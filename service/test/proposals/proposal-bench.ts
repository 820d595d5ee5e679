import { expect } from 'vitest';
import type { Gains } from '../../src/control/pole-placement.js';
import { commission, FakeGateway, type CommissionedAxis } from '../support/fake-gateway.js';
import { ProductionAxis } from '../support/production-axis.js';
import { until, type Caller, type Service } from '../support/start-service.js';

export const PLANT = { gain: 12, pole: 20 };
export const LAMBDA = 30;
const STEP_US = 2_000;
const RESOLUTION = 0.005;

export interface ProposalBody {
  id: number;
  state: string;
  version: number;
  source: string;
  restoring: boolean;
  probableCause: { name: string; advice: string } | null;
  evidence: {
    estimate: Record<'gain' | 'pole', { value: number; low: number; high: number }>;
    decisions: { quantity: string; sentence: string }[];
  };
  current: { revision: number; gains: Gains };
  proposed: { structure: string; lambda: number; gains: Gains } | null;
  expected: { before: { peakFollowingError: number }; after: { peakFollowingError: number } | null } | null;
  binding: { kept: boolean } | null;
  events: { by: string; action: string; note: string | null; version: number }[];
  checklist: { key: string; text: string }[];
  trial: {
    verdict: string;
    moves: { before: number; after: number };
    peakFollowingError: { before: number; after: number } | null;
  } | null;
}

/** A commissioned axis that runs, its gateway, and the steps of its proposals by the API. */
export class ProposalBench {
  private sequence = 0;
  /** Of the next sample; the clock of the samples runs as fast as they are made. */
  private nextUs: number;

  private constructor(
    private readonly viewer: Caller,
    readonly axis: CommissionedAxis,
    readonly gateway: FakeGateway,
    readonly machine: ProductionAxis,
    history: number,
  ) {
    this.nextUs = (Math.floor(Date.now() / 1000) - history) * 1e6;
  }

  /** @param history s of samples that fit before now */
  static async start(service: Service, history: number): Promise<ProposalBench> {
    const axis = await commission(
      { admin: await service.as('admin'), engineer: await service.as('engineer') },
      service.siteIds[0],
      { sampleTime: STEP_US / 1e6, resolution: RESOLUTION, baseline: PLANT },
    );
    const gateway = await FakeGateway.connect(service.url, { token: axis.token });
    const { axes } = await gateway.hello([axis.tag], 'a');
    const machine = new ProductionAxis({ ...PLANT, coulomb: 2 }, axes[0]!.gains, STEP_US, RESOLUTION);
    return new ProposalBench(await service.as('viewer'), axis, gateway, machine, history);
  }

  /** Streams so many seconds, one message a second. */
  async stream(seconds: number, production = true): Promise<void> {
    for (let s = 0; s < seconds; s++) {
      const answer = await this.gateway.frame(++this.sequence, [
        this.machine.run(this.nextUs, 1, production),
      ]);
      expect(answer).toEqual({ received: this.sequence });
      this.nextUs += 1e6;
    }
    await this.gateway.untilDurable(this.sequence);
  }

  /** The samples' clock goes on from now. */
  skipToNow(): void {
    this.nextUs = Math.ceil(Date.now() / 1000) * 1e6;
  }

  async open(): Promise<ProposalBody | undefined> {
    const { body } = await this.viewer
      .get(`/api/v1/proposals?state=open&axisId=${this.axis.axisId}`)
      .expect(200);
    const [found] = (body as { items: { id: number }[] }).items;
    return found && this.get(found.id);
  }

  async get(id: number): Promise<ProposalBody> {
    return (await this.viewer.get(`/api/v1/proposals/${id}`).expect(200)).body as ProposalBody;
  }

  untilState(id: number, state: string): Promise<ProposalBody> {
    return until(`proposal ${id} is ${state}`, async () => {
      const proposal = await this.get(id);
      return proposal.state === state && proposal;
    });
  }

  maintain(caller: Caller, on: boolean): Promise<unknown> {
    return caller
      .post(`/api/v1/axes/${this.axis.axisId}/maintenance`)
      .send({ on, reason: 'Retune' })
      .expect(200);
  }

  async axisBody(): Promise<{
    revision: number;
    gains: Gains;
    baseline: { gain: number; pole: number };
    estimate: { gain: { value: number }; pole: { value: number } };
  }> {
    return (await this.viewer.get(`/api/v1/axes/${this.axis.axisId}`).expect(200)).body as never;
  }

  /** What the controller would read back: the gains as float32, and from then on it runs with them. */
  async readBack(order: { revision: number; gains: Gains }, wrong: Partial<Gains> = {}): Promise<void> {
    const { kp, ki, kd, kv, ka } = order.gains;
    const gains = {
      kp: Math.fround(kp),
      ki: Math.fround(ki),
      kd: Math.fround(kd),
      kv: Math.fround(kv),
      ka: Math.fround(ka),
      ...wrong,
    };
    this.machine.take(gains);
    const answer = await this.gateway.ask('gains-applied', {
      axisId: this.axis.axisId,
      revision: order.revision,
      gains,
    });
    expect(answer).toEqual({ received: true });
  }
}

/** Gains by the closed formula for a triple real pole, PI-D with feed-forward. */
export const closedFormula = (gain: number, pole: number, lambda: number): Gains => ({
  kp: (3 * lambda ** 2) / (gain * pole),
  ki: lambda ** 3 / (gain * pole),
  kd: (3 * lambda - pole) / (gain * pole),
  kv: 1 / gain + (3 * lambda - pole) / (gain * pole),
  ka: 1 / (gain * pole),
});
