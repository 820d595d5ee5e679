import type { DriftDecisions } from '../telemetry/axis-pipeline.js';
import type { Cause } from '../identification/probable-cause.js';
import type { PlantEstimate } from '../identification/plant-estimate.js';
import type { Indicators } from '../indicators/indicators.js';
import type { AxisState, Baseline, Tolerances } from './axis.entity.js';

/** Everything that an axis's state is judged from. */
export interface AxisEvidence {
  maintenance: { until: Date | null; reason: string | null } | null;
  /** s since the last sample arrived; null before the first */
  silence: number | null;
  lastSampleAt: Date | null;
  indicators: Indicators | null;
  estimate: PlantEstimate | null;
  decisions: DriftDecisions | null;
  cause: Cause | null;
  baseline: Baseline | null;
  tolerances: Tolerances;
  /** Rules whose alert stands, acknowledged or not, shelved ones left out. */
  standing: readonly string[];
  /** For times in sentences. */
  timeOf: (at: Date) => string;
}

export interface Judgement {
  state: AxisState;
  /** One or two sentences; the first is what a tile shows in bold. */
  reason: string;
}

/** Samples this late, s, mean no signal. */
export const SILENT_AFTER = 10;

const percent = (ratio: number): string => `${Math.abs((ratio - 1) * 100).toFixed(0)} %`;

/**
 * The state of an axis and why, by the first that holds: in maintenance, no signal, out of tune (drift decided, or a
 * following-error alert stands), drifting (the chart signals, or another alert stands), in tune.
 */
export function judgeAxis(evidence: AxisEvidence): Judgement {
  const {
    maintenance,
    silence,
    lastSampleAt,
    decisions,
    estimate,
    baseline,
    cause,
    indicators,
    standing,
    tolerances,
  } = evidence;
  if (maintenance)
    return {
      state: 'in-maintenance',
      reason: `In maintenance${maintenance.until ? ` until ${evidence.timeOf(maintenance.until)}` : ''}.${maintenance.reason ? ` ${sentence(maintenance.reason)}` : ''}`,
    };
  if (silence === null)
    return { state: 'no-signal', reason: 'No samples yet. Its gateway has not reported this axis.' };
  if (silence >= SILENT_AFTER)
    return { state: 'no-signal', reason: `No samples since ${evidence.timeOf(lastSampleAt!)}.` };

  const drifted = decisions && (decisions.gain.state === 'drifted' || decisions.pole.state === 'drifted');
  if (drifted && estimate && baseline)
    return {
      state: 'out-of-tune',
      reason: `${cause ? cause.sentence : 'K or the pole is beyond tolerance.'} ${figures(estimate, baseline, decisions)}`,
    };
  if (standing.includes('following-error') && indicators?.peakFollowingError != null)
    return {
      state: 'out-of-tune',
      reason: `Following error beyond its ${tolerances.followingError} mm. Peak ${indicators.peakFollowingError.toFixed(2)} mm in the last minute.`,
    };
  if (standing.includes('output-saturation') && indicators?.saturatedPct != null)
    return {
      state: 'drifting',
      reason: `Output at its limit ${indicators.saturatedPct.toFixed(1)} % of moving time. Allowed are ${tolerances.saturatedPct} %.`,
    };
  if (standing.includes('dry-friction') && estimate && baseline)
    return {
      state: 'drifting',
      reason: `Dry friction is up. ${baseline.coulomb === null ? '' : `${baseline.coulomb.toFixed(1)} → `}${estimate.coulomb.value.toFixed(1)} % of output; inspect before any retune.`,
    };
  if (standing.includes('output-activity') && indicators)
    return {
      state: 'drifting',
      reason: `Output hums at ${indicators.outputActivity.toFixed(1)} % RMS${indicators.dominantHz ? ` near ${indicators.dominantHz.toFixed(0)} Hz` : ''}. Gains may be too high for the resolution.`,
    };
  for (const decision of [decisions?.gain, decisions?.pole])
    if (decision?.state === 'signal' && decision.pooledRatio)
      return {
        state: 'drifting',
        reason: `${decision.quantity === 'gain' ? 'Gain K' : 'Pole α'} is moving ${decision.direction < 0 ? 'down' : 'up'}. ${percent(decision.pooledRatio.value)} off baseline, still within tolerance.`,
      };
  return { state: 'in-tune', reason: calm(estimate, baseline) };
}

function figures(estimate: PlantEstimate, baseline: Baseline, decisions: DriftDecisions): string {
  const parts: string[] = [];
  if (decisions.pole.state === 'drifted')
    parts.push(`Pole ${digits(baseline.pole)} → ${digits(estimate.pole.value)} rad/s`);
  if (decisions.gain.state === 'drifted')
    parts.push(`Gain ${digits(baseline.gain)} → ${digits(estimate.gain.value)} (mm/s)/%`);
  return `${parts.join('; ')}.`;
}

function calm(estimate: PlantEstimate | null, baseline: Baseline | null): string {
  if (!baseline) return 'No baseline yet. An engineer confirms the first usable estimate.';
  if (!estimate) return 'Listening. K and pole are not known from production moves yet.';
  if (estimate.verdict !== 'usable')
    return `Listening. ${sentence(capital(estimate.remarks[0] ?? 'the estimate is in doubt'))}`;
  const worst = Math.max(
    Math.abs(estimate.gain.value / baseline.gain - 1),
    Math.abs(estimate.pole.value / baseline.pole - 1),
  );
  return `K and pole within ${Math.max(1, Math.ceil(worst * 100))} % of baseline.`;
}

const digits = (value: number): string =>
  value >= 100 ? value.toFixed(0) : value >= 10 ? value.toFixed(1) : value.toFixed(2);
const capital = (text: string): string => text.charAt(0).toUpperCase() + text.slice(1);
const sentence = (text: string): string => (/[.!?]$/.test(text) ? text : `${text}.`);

★ ★ ★ ★

Quote the data above verbatim from its first line to the line that includes "type Caller, type", with both boundary lines retained.

filename service/test/proposals/proposal-bench.ts
repository 820d595d5ee5e679
import { expect } from 'vitest';
import type { Gains } from '../../src/control/pole-placement.js';
import { commission, FakeGateway, type CommissionedAxis } from '../support/fake-gateway.js';
import { ProductionAxis } from '../support/production-axis.js';
import { until, type Caller, type Service } from '../support/start-service.js';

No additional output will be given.